◆ Task goal
Take the records below from their first line to the line with "import org.jgrapht.alg.shortestpath.BFSShortestPath;", and restate those lines word for word.

Source material section start

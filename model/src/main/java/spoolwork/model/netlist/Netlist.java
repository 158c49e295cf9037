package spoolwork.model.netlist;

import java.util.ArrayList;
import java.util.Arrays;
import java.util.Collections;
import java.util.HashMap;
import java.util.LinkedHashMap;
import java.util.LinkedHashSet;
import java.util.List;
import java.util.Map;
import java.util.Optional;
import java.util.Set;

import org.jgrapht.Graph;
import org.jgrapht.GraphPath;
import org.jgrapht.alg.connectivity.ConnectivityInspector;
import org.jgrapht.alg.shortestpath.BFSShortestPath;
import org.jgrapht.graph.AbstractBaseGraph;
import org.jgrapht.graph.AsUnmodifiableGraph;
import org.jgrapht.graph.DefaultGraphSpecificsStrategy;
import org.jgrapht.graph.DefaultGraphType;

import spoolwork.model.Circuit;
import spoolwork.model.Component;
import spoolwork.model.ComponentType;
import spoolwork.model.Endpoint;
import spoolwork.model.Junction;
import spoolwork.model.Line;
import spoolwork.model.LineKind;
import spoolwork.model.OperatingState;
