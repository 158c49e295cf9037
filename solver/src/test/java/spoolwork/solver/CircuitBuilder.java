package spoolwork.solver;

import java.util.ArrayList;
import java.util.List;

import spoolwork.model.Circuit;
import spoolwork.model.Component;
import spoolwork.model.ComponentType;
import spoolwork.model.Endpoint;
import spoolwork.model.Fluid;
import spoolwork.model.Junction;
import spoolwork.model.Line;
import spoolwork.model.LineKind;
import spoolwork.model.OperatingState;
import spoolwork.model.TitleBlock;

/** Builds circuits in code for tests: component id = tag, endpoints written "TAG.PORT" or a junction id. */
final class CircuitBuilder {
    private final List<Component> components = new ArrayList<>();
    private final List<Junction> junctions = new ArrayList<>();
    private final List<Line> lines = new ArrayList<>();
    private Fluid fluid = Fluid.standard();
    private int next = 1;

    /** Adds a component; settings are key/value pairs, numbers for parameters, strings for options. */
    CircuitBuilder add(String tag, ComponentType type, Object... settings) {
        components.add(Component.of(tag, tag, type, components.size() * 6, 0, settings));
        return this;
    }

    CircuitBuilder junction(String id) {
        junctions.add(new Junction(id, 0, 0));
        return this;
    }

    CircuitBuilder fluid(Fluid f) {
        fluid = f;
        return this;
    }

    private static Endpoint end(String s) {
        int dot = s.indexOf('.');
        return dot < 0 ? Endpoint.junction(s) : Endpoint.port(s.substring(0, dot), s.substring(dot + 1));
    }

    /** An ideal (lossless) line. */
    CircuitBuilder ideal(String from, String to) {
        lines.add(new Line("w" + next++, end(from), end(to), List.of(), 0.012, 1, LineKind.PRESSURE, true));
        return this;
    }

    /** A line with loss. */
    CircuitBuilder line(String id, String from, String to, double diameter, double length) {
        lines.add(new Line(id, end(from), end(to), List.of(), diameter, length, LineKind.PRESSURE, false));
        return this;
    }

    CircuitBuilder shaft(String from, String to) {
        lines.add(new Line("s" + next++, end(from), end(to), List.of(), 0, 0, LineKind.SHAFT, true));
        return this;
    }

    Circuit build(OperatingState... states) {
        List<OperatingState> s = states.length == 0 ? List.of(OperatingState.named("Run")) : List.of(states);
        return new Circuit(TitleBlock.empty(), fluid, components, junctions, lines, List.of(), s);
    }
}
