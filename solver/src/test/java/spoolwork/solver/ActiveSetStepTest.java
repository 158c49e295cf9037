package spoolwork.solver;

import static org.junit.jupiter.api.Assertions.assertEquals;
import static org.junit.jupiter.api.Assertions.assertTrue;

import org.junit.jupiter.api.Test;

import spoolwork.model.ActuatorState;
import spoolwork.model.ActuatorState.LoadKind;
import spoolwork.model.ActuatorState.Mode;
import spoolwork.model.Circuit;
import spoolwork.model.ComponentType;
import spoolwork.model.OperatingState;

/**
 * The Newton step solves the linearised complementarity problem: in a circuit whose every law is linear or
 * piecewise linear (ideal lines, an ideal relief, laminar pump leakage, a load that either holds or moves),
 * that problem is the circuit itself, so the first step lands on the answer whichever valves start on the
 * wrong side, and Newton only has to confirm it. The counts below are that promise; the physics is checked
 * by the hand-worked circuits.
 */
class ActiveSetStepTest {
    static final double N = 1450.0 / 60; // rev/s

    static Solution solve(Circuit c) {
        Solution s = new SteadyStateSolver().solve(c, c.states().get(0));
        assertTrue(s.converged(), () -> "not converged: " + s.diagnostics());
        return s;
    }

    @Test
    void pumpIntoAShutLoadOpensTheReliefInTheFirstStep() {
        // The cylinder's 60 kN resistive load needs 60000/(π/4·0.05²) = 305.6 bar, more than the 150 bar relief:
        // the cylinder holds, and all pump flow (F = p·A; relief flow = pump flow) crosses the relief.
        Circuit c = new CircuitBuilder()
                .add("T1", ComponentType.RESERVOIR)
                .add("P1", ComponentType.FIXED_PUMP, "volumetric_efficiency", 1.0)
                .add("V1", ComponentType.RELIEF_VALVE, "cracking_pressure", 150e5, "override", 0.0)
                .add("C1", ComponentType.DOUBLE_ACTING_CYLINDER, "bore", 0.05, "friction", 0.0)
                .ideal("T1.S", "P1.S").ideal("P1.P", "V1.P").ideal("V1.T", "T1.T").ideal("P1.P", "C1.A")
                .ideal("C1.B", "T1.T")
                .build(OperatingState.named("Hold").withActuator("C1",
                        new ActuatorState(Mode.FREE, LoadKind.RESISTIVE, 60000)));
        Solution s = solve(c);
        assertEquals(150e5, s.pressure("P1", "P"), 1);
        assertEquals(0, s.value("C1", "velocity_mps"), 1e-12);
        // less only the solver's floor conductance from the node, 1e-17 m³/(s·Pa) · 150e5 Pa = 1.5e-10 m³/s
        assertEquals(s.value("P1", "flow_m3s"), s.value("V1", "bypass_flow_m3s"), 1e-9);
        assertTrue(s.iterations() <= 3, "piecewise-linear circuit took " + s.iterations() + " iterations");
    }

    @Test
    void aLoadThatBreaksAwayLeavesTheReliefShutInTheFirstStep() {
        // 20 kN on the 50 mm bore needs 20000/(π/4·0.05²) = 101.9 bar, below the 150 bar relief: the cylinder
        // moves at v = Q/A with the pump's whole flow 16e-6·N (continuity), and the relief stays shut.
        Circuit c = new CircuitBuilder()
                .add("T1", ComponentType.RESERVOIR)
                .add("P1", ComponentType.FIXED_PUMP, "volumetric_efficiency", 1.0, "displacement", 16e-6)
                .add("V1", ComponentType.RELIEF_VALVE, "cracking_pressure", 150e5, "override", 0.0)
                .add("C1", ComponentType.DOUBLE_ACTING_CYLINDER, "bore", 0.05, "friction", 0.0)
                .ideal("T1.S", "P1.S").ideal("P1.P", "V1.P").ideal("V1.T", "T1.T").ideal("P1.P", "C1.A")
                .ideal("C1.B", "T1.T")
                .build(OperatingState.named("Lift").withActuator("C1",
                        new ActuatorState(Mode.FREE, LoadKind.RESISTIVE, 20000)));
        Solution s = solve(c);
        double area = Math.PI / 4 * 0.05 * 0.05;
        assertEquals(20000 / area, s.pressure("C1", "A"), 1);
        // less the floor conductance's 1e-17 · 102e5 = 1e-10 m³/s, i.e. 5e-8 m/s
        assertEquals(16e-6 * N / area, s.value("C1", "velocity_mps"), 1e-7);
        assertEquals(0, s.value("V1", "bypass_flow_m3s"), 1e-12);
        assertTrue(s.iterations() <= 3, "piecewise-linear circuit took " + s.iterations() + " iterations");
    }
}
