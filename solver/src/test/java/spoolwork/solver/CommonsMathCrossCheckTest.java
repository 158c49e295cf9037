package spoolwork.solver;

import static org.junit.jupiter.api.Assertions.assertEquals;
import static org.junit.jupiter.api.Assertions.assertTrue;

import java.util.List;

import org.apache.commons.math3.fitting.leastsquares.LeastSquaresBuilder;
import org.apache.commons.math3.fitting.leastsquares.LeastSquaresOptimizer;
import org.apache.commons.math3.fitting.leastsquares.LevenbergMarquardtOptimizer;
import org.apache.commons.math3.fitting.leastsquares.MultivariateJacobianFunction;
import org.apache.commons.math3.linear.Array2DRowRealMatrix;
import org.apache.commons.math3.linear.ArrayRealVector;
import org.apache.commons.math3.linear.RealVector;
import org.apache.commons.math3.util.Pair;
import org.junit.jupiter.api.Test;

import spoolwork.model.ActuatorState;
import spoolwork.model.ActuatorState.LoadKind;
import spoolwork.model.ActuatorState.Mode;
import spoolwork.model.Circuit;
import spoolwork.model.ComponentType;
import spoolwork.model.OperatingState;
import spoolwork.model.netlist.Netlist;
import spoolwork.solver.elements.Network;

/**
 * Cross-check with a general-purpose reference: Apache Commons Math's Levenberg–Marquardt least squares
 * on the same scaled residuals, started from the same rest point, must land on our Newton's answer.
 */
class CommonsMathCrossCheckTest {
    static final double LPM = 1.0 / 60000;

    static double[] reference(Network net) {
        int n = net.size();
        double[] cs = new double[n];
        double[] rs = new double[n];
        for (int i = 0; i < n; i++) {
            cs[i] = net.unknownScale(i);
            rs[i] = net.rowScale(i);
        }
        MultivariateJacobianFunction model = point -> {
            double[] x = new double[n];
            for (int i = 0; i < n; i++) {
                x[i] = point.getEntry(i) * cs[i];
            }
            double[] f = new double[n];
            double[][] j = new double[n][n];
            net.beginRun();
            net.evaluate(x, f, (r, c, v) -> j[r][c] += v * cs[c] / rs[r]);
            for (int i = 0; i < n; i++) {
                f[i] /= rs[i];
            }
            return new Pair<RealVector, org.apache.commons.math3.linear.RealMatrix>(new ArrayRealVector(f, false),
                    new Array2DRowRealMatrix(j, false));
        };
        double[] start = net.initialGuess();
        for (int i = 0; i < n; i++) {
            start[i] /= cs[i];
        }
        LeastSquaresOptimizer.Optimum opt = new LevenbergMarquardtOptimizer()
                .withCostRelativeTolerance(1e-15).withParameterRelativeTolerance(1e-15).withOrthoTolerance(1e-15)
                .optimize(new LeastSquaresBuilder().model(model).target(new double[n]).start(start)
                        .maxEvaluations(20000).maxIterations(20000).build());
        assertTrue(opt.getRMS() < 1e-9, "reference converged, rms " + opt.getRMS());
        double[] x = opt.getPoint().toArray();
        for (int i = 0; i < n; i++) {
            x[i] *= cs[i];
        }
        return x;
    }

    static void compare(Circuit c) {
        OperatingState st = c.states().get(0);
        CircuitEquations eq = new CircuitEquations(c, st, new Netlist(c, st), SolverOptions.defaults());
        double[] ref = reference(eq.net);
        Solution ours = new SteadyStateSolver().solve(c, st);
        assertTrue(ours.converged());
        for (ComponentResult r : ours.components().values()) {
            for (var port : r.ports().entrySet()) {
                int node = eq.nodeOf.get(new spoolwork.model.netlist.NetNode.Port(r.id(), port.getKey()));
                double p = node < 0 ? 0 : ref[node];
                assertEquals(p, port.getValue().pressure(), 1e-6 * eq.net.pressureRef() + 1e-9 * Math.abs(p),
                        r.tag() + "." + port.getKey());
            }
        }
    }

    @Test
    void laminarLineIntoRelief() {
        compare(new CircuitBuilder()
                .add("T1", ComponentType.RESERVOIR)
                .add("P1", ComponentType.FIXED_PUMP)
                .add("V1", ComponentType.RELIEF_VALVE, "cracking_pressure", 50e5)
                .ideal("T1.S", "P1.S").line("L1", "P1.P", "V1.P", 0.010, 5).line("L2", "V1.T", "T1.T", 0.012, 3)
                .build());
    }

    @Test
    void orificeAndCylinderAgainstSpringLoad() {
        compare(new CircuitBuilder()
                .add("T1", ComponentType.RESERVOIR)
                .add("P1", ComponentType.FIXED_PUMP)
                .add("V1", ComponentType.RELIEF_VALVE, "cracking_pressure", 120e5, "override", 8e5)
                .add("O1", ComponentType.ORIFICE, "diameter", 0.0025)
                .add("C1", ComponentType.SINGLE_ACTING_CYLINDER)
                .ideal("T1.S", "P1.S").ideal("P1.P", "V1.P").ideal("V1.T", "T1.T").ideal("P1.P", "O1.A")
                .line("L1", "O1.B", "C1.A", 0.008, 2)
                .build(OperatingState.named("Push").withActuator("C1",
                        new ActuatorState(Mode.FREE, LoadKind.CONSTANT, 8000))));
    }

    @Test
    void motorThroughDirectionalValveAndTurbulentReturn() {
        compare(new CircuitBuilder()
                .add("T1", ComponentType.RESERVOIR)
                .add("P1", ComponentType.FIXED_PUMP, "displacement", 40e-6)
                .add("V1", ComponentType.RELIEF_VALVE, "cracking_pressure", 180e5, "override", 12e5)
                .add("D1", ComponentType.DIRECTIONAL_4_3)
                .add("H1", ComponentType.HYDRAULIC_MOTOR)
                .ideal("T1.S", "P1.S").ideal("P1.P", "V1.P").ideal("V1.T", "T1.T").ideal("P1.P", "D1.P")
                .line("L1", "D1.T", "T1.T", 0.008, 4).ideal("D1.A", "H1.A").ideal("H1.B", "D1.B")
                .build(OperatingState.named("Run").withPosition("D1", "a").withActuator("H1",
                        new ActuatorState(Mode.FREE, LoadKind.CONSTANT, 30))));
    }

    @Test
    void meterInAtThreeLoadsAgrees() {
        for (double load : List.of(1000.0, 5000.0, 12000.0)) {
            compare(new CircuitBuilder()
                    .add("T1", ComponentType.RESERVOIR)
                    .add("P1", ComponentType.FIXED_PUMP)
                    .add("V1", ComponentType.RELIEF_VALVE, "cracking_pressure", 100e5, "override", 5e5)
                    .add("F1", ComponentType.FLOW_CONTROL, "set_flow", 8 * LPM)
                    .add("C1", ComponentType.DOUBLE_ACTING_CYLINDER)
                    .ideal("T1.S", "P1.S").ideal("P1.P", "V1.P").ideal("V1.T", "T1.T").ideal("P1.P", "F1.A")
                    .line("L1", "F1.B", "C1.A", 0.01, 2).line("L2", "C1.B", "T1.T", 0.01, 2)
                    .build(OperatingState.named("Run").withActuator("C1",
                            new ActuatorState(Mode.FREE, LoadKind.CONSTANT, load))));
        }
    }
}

Source material section end

◆ Response box
filename model/src/main/java/spoolwork/model/netlist/Netlist.java
repository 158c49e295cf9037
package spoolwork.model.netlist;

import java.util.ArrayList;
import java.util.Arrays;
import java.util.Collections;
import java.util.HashMap;
import java.util.LinkedHashMap;
import java.util.LinkedHashSet;
import java.util.List;
import java.util.Map;
import java.util.Optional;
import java.util.Set;

import org.jgrapht.Graph;
import org.jgrapht.GraphPath;
import org.jgrapht.alg.connectivity.ConnectivityInspector;
import org.jgrapht.alg.shortestpath.BFSShortestPath;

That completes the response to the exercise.